Smart Strategies for Your Estate Plan
- Joint Ownership with Right of Survivorship
Holding assets jointly with another person (usually a spouse) ensures that, upon your death, the assets pass directly to the surviving owner and bypass probate. Common examples include real estate, joint bank accounts, and investment properties. However, joint ownership also comes with risks, such as exposure to the co-owner’s creditors, tax implications, and potential family disputes, so take care in choosing your joint owner.
- Naming Beneficiaries Directly
Assets like RRSPs, RRIFs, TFSAs, and life insurance can have named beneficiaries. When you designate a beneficiary on these accounts, the proceeds transfer directly to them and avoid the probate process. Regularly review your designations to ensure they reflect your current wishes. Final Reminder: Always add a Contingent Beneficiary just in case disaster hits you and your named Beneficiary.
- Gifting Assets During Your Lifetime
Giving away assets before you pass away removes them from your Estate and, in most cases, from probate calculations. Canada does not have a gift tax, but capital gains may be triggered with transfers of certain properties like real estate or investments. Consult a tax professional before making sizeable gifts.

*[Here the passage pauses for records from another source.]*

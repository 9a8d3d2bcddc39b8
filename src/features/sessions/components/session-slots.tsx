import type { Session } from '#shared/contract/session'
import { SlotCard, type LoadKind } from './slot-card'
import type { ComponentProps } from 'react'

interface SessionSlotsProps extends Omit<ComponentProps<typeof SlotCard>, 'slot'> {
  session: Session
}
export type { LoadKind }

/** The slots in the order they are trained. */
export function SessionSlots({ session, ...rest }: SessionSlotsProps) {
  return (
    <ol aria-label={`Exercises of ${session.title}`} className="grid gap-3">
      {session.slots
        .toSorted((a, b) => a.position - b.position)
        .map((slot) => (
          <li key={slot.id}>
            <SlotCard slot={slot} {...rest} />
          </li>
        ))}
    </ol>
  )
}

- Setting Up a Living Trust
A living trust (or inter vivos trust) allows you to place assets under the control of a trustee for the benefit of your chosen beneficiaries, both during your life and after you pass. Assets settled in a living trust generally do not form part of your probate Estate. Trusts have setup and administrative costs and may not be suitable for every situation, but can be powerful tools for high-value or complex Estates.
- Creating Multiple Wills (Ontario & BC)
Ontario and BC allow you to use ‘primary’ and ‘secondary’ wills: one for assets that require probate (like bank and investment accounts), and one for assets that do not (such as private company shares and certain personal property). Only the assets in the primary will are subject to probate fees, minimizing your total estate administration tax.
Key Takeaways
- Review your asset ownership and make smart use of joint tenancies, beneficiary designations, and gifting.

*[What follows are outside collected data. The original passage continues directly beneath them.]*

import { Undo2 } from 'lucide-react'
import type { ReactNode } from 'react'
import { Link } from 'react-router-dom'
import type { ExerciseDocument } from '#shared/contract/exercise'
import type { Slot } from '#shared/contract/session'
import { paths } from '@/app/paths'
import { Button } from '@/components/ui/button'
import { Card } from '@/components/ui/card'
import { Icon } from '@/components/ui/icon'
import { formatDose, formatOverCap } from '@/lib/format'
import type { Units } from '@/lib/units'
import { capitalise, INTENT_WORDS, jointWords, TARGET_WORDS } from '@/lib/words'

export type LoadKind = ExerciseDocument['load']['kind']

interface SlotCardProps {
  slot: Slot
  units: Units
  /** How the load of an exercise is meant, once it is known. */
  loadKind: (exerciseId: string) => LoadKind | undefined
  figure?: (exerciseId: string) => ReactNode
  onUndo?: (swapId: string) => void
}

/** What stands in one slot now, and what a sore joint means for it. */
export function SlotCard({ slot, units, loadKind, figure, onUndo }: SlotCardProps) {
  const { swap, planned, affected } = slot
  const exercise = swap?.exercise ?? slot.exercise
  const dose = swap?.dose ?? planned
  const stopped = affected.some(({ verdict }) => verdict === 'redFlag')
  return (
    <Card hit={affected.length > 0} className="flex gap-3 p-3 sm:gap-5 sm:p-4">
      {figure !== undefined && (
        <div className="flex h-26 w-20 shrink-0 items-center justify-center sm:h-30 sm:w-32">{figure(exercise.id)}</div>
      )}
      <div className="min-w-0 flex-1">
        <h3 className="text-lg">{exercise.name}</h3>
        <p>{formatDose(dose, units, loadKind(exercise.id))}</p>
        <p className="text-pencil">
          {INTENT_WORDS[slot.intent]} · {TARGET_WORDS[slot.target]}
        </p>
        {swap !== null && (
          <p className="text-pencil">
            instead of {slot.exercise.name}, {formatDose(planned, units, loadKind(slot.exercise.id))}
          </p>
        )}
        {affected.map((hit) => (
          <p key={`${hit.joint}-${hit.side}`} className="mt-1 leading-snug font-semibold text-oxide">
            {hit.verdict === 'overCap'
              ? formatOverCap(hit)
              : `${capitalise(jointWords(hit.joint, hit.side))}: red flag. No swaps until a clinician has seen it.`}
          </p>
        ))}
        <div className="flex flex-wrap items-center gap-x-5">
          {slot.can.swap && !stopped && (
            <Link to={paths.slotSwaps(slot.id)} className="inline-flex min-h-target items-center font-semibold link">
              See swaps<span className="sr-only"> for {exercise.name}</span>
            </Link>
          )}
          {swap?.can.undo && onUndo !== undefined && (
            <Button kind="quiet" className="-ml-4" onClick={() => onUndo(swap.id)}>
              <Icon of={Undo2} />
              Undo the swap
            </Button>
          )}
        </div>
      </div>
    </Card>
  )
}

- Consider trusts and dual Wills for complex or sizable estates.
- Always consult an estate planning lawyer and financial advisor to ensure strategies suit your needs and avoid unintended tax or legal consequences.
With these tools, you can keep more of your wealth in the family—and out of probate. Keep your Wills and Estate plans updated regularly to reflect life changes and evolving tax rules.
You might want to read our post on, Should I Try to Save Probate Fees by Putting My Home in my Children’s Name as a Joint Owner?
Want more information?
Are you interested in a consultation with Peter R. Welsh?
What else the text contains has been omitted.